Among the lines below, restate word for word only those from the line with "from vpkit.analysis.result_tables import" through the line with "assert list(t.columns) == list(RESULT_COLUMNS)", with both end lines kept.

:: Source information ::

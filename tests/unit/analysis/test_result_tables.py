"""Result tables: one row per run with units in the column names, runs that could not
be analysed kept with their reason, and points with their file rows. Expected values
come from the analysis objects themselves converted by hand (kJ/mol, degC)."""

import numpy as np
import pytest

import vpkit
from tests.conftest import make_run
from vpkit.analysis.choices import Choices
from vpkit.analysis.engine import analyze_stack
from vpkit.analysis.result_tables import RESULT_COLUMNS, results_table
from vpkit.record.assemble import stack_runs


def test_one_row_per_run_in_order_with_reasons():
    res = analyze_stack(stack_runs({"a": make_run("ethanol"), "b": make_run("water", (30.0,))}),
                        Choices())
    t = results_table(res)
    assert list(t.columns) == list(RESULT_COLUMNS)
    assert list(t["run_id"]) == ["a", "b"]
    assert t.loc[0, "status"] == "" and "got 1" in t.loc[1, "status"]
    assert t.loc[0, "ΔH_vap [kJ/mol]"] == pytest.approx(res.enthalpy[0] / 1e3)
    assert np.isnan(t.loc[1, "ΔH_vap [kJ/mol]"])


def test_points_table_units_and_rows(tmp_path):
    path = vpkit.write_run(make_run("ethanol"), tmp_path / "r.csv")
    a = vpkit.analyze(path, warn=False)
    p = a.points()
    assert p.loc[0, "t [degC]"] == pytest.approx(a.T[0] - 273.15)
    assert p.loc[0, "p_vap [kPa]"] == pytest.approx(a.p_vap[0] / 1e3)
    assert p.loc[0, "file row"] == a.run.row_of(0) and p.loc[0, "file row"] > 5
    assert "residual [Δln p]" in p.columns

:::
:: Source information ::

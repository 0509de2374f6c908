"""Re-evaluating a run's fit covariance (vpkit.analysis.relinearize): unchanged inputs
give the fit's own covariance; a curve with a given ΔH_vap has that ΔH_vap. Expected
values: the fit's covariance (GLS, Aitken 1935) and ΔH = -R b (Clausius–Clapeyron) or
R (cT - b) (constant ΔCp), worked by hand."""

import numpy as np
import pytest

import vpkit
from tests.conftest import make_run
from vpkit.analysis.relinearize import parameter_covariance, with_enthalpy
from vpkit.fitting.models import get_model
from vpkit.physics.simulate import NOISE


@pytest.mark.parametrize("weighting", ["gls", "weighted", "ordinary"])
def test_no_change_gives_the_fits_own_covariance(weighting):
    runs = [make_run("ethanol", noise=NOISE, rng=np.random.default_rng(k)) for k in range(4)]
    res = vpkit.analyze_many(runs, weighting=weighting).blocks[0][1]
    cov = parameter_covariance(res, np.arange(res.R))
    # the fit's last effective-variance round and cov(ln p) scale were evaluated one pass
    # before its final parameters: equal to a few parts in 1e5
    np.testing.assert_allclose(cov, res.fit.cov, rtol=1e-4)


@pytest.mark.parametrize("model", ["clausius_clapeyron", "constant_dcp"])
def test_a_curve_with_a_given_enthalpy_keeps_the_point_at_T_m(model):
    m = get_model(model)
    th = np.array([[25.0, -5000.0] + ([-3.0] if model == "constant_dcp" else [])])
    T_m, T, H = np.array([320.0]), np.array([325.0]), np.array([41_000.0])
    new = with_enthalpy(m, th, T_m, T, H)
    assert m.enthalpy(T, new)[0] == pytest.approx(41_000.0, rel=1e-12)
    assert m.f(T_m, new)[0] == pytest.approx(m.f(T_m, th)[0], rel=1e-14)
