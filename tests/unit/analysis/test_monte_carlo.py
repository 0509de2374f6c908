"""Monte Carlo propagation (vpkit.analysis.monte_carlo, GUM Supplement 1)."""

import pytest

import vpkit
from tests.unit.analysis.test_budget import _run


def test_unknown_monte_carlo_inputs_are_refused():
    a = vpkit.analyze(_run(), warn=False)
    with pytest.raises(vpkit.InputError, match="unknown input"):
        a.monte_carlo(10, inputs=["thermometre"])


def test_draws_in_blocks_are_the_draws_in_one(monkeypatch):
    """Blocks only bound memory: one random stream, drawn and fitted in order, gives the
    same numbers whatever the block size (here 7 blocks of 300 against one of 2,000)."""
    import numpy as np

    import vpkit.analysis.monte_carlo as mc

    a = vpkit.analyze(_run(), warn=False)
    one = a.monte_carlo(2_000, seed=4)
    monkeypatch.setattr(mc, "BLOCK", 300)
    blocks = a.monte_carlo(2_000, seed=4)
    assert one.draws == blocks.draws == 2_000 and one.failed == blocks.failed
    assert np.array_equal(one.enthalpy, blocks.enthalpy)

:::
:: Source information ::

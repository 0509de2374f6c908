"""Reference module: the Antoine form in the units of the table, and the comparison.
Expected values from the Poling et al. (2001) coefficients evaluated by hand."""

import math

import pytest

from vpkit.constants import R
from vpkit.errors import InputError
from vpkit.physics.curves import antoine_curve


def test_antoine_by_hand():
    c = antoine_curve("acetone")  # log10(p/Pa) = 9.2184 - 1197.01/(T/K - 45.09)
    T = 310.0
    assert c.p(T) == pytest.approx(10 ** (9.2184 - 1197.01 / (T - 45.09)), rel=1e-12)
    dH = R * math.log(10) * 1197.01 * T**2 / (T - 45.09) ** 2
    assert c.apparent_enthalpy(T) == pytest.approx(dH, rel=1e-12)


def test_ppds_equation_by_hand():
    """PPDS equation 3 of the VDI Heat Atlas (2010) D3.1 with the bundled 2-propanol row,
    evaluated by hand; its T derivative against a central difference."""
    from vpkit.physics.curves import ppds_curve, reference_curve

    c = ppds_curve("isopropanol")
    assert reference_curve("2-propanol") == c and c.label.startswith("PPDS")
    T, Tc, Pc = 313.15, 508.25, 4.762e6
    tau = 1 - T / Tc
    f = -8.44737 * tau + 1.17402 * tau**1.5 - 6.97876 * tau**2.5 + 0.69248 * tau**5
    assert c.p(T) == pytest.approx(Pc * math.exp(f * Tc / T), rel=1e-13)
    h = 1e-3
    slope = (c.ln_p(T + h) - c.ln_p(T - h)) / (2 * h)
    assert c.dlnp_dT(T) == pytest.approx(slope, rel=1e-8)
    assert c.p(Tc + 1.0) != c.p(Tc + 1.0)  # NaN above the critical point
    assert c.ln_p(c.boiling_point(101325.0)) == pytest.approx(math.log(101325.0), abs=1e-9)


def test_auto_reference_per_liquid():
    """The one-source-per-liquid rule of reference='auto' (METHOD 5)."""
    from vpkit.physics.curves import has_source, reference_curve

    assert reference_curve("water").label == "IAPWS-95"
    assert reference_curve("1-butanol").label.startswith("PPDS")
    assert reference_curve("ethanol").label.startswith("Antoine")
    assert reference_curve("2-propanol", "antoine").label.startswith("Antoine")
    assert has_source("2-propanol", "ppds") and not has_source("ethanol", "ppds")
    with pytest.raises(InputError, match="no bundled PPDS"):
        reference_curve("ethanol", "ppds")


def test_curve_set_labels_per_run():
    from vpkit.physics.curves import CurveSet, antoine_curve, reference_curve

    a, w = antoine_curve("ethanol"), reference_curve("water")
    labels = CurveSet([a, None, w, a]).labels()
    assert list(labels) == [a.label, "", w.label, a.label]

:::

**Exercise solution**
from vpkit.analysis.result_tables import RESULT_COLUMNS, results_table
from vpkit.record.assemble import stack_runs


def test_one_row_per_run_in_order_with_reasons():
    res = analyze_stack(stack_runs({"a": make_run("ethanol"), "b": make_run("water", (30.0,))}),
                        Choices())
    t = results_table(res)
    assert list(t.columns) == list(RESULT_COLUMNS)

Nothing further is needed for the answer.